YOUR ASSIGNMENT: Search each line below for "argv", then return the lines where it appears.

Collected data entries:
-- -- --

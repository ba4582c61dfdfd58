import { noWords, type RowWords, type Words } from './decisions'
import type { Finding, ReadCell } from '../readers/finding'
import { keptFinding, keptRow } from './kept-rows'
import { columnFor } from '../columns/plan'
import type { RowContext, RowReading } from './row-context'
import { readMeasured } from './row-measured'
import { aboutRow, otherMarks } from './row-remarks'
import { raggedFinding, wordsOnly } from './row-words'
import { saltAmong } from '../cells/salt-cache'
import type { FoundReading, GridRow, RowProblem } from '../types'

/** A row read, before it is compared with the others. */
export interface DraftRow {
  row: GridRow
  cells: string[]
  problems: RowProblem[]
  readings: FoundReading[]
  words: RowWords
  /** number of the repeat, where rows are numbered */
  repeat: string
}

const noText: ReadCell = { text: '' }

/** The cells as a person's words leave them. */
function cellsOf(row: GridRow, words: RowWords, width: number): ReadCell[] {
  const cells = Array.from({ length: Math.max(width, row.cells.length) }, (_, index): ReadCell => row.cells[index] ?? noText)
  for (const [column, { correction, isLeftOut }] of words.cells) {
    if (column < cells.length && (correction !== undefined || isLeftOut)) cells[column] = { text: isLeftOut ? '' : correction ?? '', isCorrected: true }
  }
  return cells
}

/** Agreeing to a suggestion puts it into its cell; agreeing to what was taken ends the matter. */
function agreed(cells: ReadCell[], findings: readonly Finding[], words: RowWords): { cells: ReadCell[], isChanged: boolean } {
  const wanted = findings.filter(({ column, tone, suggestion }) => column !== null && suggestion !== undefined && tone !== 'taken' && tone !== 'kept' && words.cells.get(column)?.isAgreed)
  if (wanted.length === 0) return { cells, isChanged: false }
  const next = [...cells]
  for (const { column, suggestion } of wanted) {
    if (column !== null && suggestion !== undefined) next[column] = { text: suggestion, isCorrected: true }
  }
  return { cells: next, isChanged: true }
}

const wordsOn = ({ row, cells }: RowWords, column: number | null): Words | undefined => column === null ? row : cells.get(column)

/** A finding that a person's agreement settles without changing a cell. */
function isSettled({ tone, column, suggestion }: Finding, words: RowWords): boolean {
  const isAgreed = wordsOn(words, column)?.isAgreed ?? false
  return isAgreed && (tone === 'taken' || (tone === 'decide' && suggestion === undefined))
}

const mostTurns = 4

/** Reads one row of the table. */
export function readRow(row: GridRow, context: RowContext, words: RowWords = noWords): DraftRow {
  let cells = cellsOf(row, words, context.width)
  let read = readCells(cells, context, words)
  for (let turn = 0; turn < mostTurns; turn++) {
    const next = agreed(cells, read.findings, words)
    if (!next.isChanged) break
    cells = next.cells
    read = readCells(cells, context, words)
  }
  const findings = [...read.findings, ...aboutRow(row, cells, context)].filter(finding => !isSettled(finding, words))
  const repeat = columnFor(context.plan, 'replicate')
  return {
    row, words, readings: read.readings.map(reading => ({ ...reading, row: row.number })),
    cells: cells.map(cell => cell.text),
    problems: findings.map(finding => ({ row: row.number, ...finding })),
    repeat: repeat ? cells[repeat.index]?.text.trim() ?? '' : '',
  }
}

function readCells(cells: ReadCell[], context: RowContext, words: RowWords): RowReading {
  const { plan, head } = context
  if (words.row.isLeftOut) return { findings: [keptFinding('left-out', 'Left out', 'Kept with the file, not a reading.')], readings: [] }
  const kept = keptRow(cells, head, plan, words.row.isAgreed) ?? wordsOnly(cells, context)
  if (kept) return { findings: [kept], readings: [] }
  const read = readMeasured(cells, context)
  return setAsideBy(words, { findings: [...otherMarks(cells, plan, read.findings), ...read.findings, ...raggedFinding(cells, context)], readings: read.readings })
}

/** The salt that a kept row names for the rows below it. */
export function sectionSaltOf(draft: DraftRow): string | null {
  const isSection = draft.problems.some(({ code, message }) => code === 'remark' && message.startsWith('Names the salt'))
  return isSection ? saltAmong(draft.cells.find(text => text.trim() !== '') ?? '') : null
}

const forgiven = new Set<Finding['code']>(['outside-range', 'kelvin', 'remark'])

/** Readings that a person keeps set aside come in with their reason, an impossible temperature, too; what holds no number is kept with the file. */
function setAsideBy(words: RowWords, { findings, readings }: RowReading): RowReading {
  const inFile = readings[0]?.setAside ?? undefined
  const reasonFor = (column: number) => words.cells.get(column)?.setAside ?? words.row.setAside ?? inFile
  const isForgiven = ({ code, column }: Finding) => forgiven.has(code) && (column === null ? words.row.setAside ?? inFile : reasonFor(column)) !== undefined
  const left = findings.filter(finding => !isForgiven(finding))
  const reason = words.row.setAside
  if (reason !== undefined && (readings.length === 0 || left.some(({ tone }) => tone === 'fault'))) {
    return { findings: [keptFinding('left-out', 'Set aside', `${reason}. It holds no reading that can be taken, and is kept with the file.`)], readings: [] }
  }
  return { findings: left, readings: readings.map(reading => ({ ...reading, setAside: reasonFor(reading.column) ?? reading.setAside })) }
}
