import { undecided } from '../readers/finding'
import { keptFinding } from './kept-rows'
import type { DraftRow } from './row'
import type { FoundReading } from '../types'

const keyOf = ({ x, y, scale, batch, date, direction, limit }: FoundReading) => [x, y, scale, batch, date, direction, limit].join('|')

function rowKey({ readings, repeat }: DraftRow, withSalt: boolean): string {
  return [repeat, ...readings.map(reading => `${withSalt ? reading.salt ?? '' : ''}|${keyOf(reading)}`)].join('\n')
}

const isBlankRow = ({ readings }: DraftRow) => readings.every(({ x }) => x === 0)

/**
 * Marks rows that say what an earlier row says. A person chooses between one reading and two that agree;
 * a blank repeated under another salt is the same measurement and is stored once.
 * @param saltTextOf what stands in the salt's own cell
 */
export function markSameRows(drafts: readonly DraftRow[], saltTextOf: (draft: DraftRow) => string): DraftRow[] {
  const first = new Map<string, DraftRow>()
  return drafts.map((draft) => {
    if (draft.readings.length === 0) return draft
    const key = rowKey(draft, true)
    const before = first.get(key)
    if (!before) {
      first.set(key, draft)
      return draft
    }
    const { isAgreed, isKeptTwice } = draft.words.row
    if (isKeptTwice) return draft
    const isRepeatedBlank = isBlankRow(draft) && saltTextOf(draft) !== saltTextOf(before)
    const group = `same-row:${before.row.number}`
    if (isRepeatedBlank) return withoutReadings(draft, keptFinding('same-row', `The blank of row ${before.row.number}`, 'A blank belongs to its batch and is stored once, however often a table repeats it.'), group)
    if (isAgreed) return withoutReadings(draft, keptFinding('same-row', `Same as row ${before.row.number}`, 'One reading. This row is kept with the file.'), group)
    const finding = undecided(null, 'same-row', `Same as row ${before.row.number}`, 'Kept apart until you choose: one reading, or two that agree.')
    return { ...draft, problems: [...draft.problems, { row: draft.row.number, ...finding, group }] }
  })
}

function withoutReadings(draft: DraftRow, finding: ReturnType<typeof keptFinding>, group: string): DraftRow {
  return { ...draft, readings: [], problems: [{ row: draft.row.number, ...finding, group }] }
}
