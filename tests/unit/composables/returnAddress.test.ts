import { describe, expect, it } from 'vitest'
import { returnAddress } from '~~/composables/returnAddress'

describe('returnAddress', () => {
  it.each(['/projects/1/series?show=all#top', '/', '/docs/api'])('leads back to %s', (asked) => {
    expect(returnAddress(asked)).toBe(asked)
  })

  it.each(['//evil.example', '/\\evil.example', '/\t/evil.example', '/\n/evil.example', 'https://evil.example', 'javascript:alert(1)', 'projects', '', undefined, ['/a'], '/\r\\evil.example'])('leads %j nowhere but to the projects', (asked) => {
    expect(returnAddress(asked)).toBe('/projects')
  })
})
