import { mkdtempSync, rmSync } from 'node:fs'
import { tmpdir } from 'node:os'
import { join } from 'node:path'
import { chromium } from './lib/chromium.mjs'
import { buildApp, checkNode, installPackages, prepareApp } from './lib/packages.mjs'
import { dataFolder, refuseForeign, root } from './lib/places.mjs'
import { postgresPrograms } from './lib/postgres/binaries.mjs'
import { Report, check, countPlaywright, countTests, countVitest } from './lib/report.mjs'
import { withSession } from './lib/session.mjs'
import { runMain } from './lib/stop-sentence.mjs'
import { startThrowAway } from './lib/throw-away.mjs'

// npm test runs every stage; npm test -- unit api runs the named ones.
const STAGES = ['lint', 'types', 'unused', 'unit', 'build', 'start', 'api', 'browser']
const NEED_BUILD = ['build', 'start', 'api', 'browser']

const asked = process.argv.slice(2)
const chosen = asked.length ? STAGES.filter(stage => asked.includes(stage)) : STAGES

/** @param {string} tool path of a package's program @param {string[]} args */
const node = (tool, ...args) => [process.execPath, join(root, 'node_modules', tool), ...args]

await runMain(async () => {
  checkNode()
  refuseForeign(dataFolder())
  await installPackages()
  await postgresPrograms(null)
  const browser = await chromium()
  process.env.NODE_ENV = 'test'
  await prepareApp()
  const report = new Report()
  const reports = mkdtempSync(join(tmpdir(), 'anionary-reports-'))
  const isDone = await withSession(async (session) => {
    session.onEnd(() => rmSync(reports, { recursive: true, force: true }))
    await checkSources(report, reports)
    session.checkpoint()
    if (NEED_BUILD.some(isChosen)) await checkBuild(session, report, reports, browser)
    session.checkpoint()
    return true
  })
  return isDone ? report.print() : 130
})

/** @param {string} stage */
function isChosen(stage) {
  return chosen.includes(stage)
}

/** @param {Report} report @param {string} reports */
async function checkSources(report, reports) {
  if (isChosen('lint')) await report.stage('lint', () => check(node('eslint/bin/eslint.js', '.')))
  if (isChosen('types')) {
    await report.stage('types', () => check(node('nuxt/bin/nuxt.mjs', 'typecheck')))
    await report.stage('types of tests', () => check(node('vue-tsc/bin/vue-tsc.js', '--noEmit', '-p', 'tests/tsconfig.json')))
  }
  if (isChosen('unused')) await report.stage('unused code', () => check(node('knip/bin/knip.js', '--no-progress')))
  if (isChosen('unit')) await report.stage('unit and external', () => vitest('unit', reports))
}

/** @param {import('./lib/session.mjs').Session} session @param {Report} report @param {string} reports @param {string} browser */
async function checkBuild(session, report, reports, browser) {
  const isBuilt = await report.stage('build', async () => {
    await buildApp()
    return { passed: 0, failed: 0 }
  })
  session.checkpoint()
  const rest = ['start', 'api', 'browser'].filter(isChosen)
  if (!isBuilt) return rest.forEach(stage => report.notRun(stage, 'there is no build'))
  if (isChosen('start')) await report.stage('start', () => vitest('ops', reports))
  session.checkpoint()
  if (isChosen('api') || isChosen('browser')) await checkRunning(session, report, reports, browser)
}

/** @param {import('./lib/session.mjs').Session} session @param {Report} report @param {string} reports @param {string} browser */
async function checkRunning(session, report, reports, browser) {
  /** @type {Record<string, string>} */
  let env = {}
  const isUp = await report.stage('boot', async () => {
    env = (await startThrowAway(session)).env
    return { passed: 0, failed: 0 }
  })
  const rest = ['api', 'browser'].filter(isChosen)
  if (!isUp) return rest.forEach(stage => report.notRun(stage, 'the stack did not boot'))
  if (isChosen('api')) await report.stage('api', () => vitest('api', reports, env))
  session.checkpoint()
  if (isChosen('browser')) await report.stage('browser', () => playwright(reports, { ...env, ANIONARY_CHROMIUM: browser }))
}

/** @param {string} project @param {string} reports @param {NodeJS.ProcessEnv} [env] */
function vitest(project, reports, env = {}) {
  const file = join(reports, `${project}.json`)
  const options = ['--reporter=default', '--reporter=json', `--outputFile.json=${file}`]
  return countTests(node('vitest/vitest.mjs', 'run', '--project', project, ...options), env, file, countVitest)
}

/** @param {string} reports @param {NodeJS.ProcessEnv} env */
function playwright(reports, env) {
  const file = join(reports, 'browser.json')
  const command = node('@playwright/test/cli.js', 'test', '--reporter=list,json')
  return countTests(command, { ...env, PLAYWRIGHT_JSON_OUTPUT_NAME: file }, file, countPlaywright)
}
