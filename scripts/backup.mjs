import { backUp } from './lib/backup.mjs'
import { withDatabaseBesideOthers } from './lib/maintenance.mjs'
import { givenFile } from './lib/places.mjs'
import { runMain } from './lib/stop-sentence.mjs'

// npm run backup [-- FILE]: works beside a running Anionary too.
await runMain(() => withDatabaseBesideOthers(async (cluster, data) => {
  console.log(`Backed up: ${await backUp(cluster, data, givenFile(process.argv[2]))}`)
}))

-- -- --

THE COMPLETED TASK:
const asked = process.argv.slice(2)
  console.log(`Backed up: ${await backUp(cluster, data, givenFile(process.argv[2]))}`)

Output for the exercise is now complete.